- EXERCISE DIRECTIONS:
What are the lines, copied exactly, from the one containing "- deflection sensors: the" through the last line of the records below, both included?

- GIVEN INFORMATION:
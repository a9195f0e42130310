"""Random road response: sensor PSDs and RMS, ISO 2631-1 comfort, travel and tyre load.

A vehicle runs at speed ``v`` over an ISO 8608 road (see :mod:`.road`). The
road displacements under the ``nr`` road points have the cross-spectral
matrix ``S_r(f)`` (nr x nr, m^2/Hz), each point seeing its track's profile
delayed by its distance behind the front-most point. With the frequency
response ``H(f)`` (ns x nr) from road displacement to the sensors, the
one-sided PSD of every sensor is the diagonal of

    S_y(f) = H(f) S_r(f) H(f)^H

and its variance the integral of ``S_y`` over the band (default 0.5 to
80 Hz, the band of the ISO 2631-1 weightings). The band matters: a
displacement PSD of waviness 2 grows as ``1/f^2`` towards zero frequency, so
absolute displacement RMS depends on ``f_min``.

The integral converges by construction. The frequency response is a modal
superposition (:class:`builder.analysis.frf.ModalForm`: one eigensolve of
the first-order form, then any number of frequencies at the cost of a
matrix product; a direct solve where the modal basis is unsafe, a sparse
one per frequency above :data:`builder.analysis.frf.SPARSE_LIMIT` DOFs).
Its poles place the grid (:func:`builder.analysis.frf.resolving_grid`):
``points`` log-spaced frequencies plus a cluster at every damped mode whose
spacing is a small fraction of the mode's half-power bandwidth ``2 zeta f``,
however light its damping. The adaptive trapezoidal rule
(:mod:`.quadrature`) then halves intervals until the Richardson estimate of
every variance is below ``rtol`` (relative; default 1e-3, so 0.05 % on an
RMS), and the result states that estimate per figure.

A mode inside the band with no damping (damping ratio below
:data:`ZETA_FLOOR`) that the road drives into a sensor gives that sensor an
infinite variance: the response is refused with a line naming the mode and
the links it deforms, never given as a number. A mode the road does not
drive, or a sensor that does not see it, is left out of that sensor's sum.

Per sensor the result carries:

- acceleration sensors: the weighted RMS with the comfort weighting of
  their direction (z -> Wk, x and y -> Wd, rx ry rz -> We; a sensor along a
  general vector takes the weighting of its largest component; a seat-back
  x sensor Wc, feet sensors Wk). ISO 2631-1 comfort and health apply to a
  person at the interfaces the standard names, so only sensors that say
  they are at a person (``Sensor.person``: seat, back, feet, floor; the
  seat plugin's seat-surface sensors, or a file sensor's ``person:`` key)
  get the comfort words of Annex C, grouped per place into the vector sum
  with the multipliers of that interface (:class:`ComfortPoint`);
- deflection sensors: the RMS suspension travel (m or rad);
- force sensors: the static force under 1 g (from the model's static
  response) and, when the link has an end on a road point, the dynamic tyre
  load ratio ``RMS dynamic force / |static force|``.
"""

from __future__ import annotations

import math
from collections.abc import Sequence
from dataclasses import dataclass, field
from typing import Any

import numpy as np
from numpy.typing import ArrayLike, NDArray

from ..errors import InputError, Where
from ..threads import blas_threads_for
from . import comfort, road
from .quadrature import Integral, adaptive_trapezoid

__all__ = [
    "DEFAULT_BAND", "DEFAULT_POINTS", "DEFAULT_RTOL", "ZETA_FLOOR", "SensorRide",
    "ComfortPoint", "RideResult", "ride_response",
    "road_frequency_response", "response_psd", "frequency_grid", "sensor_weighting",
    "comfort_points",
]

#: Default analysis band (Hz): that of the ISO 2631-1 comfort weightings.
DEFAULT_BAND = (0.5, 80.0)
#: Default number of log-spaced frequencies (the grid adds clusters at the modes).
DEFAULT_POINTS = 400
#: Default relative tolerance on every variance (0.05 % on an RMS).
DEFAULT_RTOL = 1e-3
#: A mode with a damping ratio below this counts as undamped: no vehicle
#: structure has less (material damping alone is above 1e-4; common practice,
#: no source), and its variance would hang on damping the model leaves out.
ZETA_FLOOR = 1e-6

_DIRECTIONS = ("x", "y", "z", "rx", "ry", "rz")
_CHUNK = 2048               # frequencies per evaluation block (bounded memory)
_MAX_POINTS = 100_000       # refinement budget, dense models
_SPARSE_FACTOR = 3          # refinement budget of sparse models: this times the start
_DELAY_POINTS = 20_000      # most evenly spaced points for the wheelbase delay ripple
_COUPLED = 1e-8             # a cosine below this: the road or the sensor misses a mode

- THE COMPLETED TASK:
- deflection sensors: the RMS suspension travel (m or rad);
- force sensors: the static force under 1 g (from the model's static
  response) and, when the link has an end on a road point, the dynamic tyre
  load ratio ``RMS dynamic force / |static force|``.
"""

from __future__ import annotations

import math
from collections.abc import Sequence
from dataclasses import dataclass, field
from typing import Any

import numpy as np
from numpy.typing import ArrayLike, NDArray

from ..errors import InputError, Where
from ..threads import blas_threads_for
from . import comfort, road
from .quadrature import Integral, adaptive_trapezoid

__all__ = [
    "DEFAULT_BAND", "DEFAULT_POINTS", "DEFAULT_RTOL", "ZETA_FLOOR", "SensorRide",
    "ComfortPoint", "RideResult", "ride_response",
    "road_frequency_response", "response_psd", "frequency_grid", "sensor_weighting",
    "comfort_points",
]

#: Default analysis band (Hz): that of the ISO 2631-1 comfort weightings.
DEFAULT_BAND = (0.5, 80.0)
#: Default number of log-spaced frequencies (the grid adds clusters at the modes).
DEFAULT_POINTS = 400
#: Default relative tolerance on every variance (0.05 % on an RMS).
DEFAULT_RTOL = 1e-3
#: A mode with a damping ratio below this counts as undamped: no vehicle
#: structure has less (material damping alone is above 1e-4; common practice,
#: no source), and its variance would hang on damping the model leaves out.
ZETA_FLOOR = 1e-6

_DIRECTIONS = ("x", "y", "z", "rx", "ry", "rz")
_CHUNK = 2048               # frequencies per evaluation block (bounded memory)
_MAX_POINTS = 100_000       # refinement budget, dense models
_SPARSE_FACTOR = 3          # refinement budget of sparse models: this times the start
_DELAY_POINTS = 20_000      # most evenly spaced points for the wheelbase delay ripple
_COUPLED = 1e-8             # a cosine below this: the road or the sensor misses a mode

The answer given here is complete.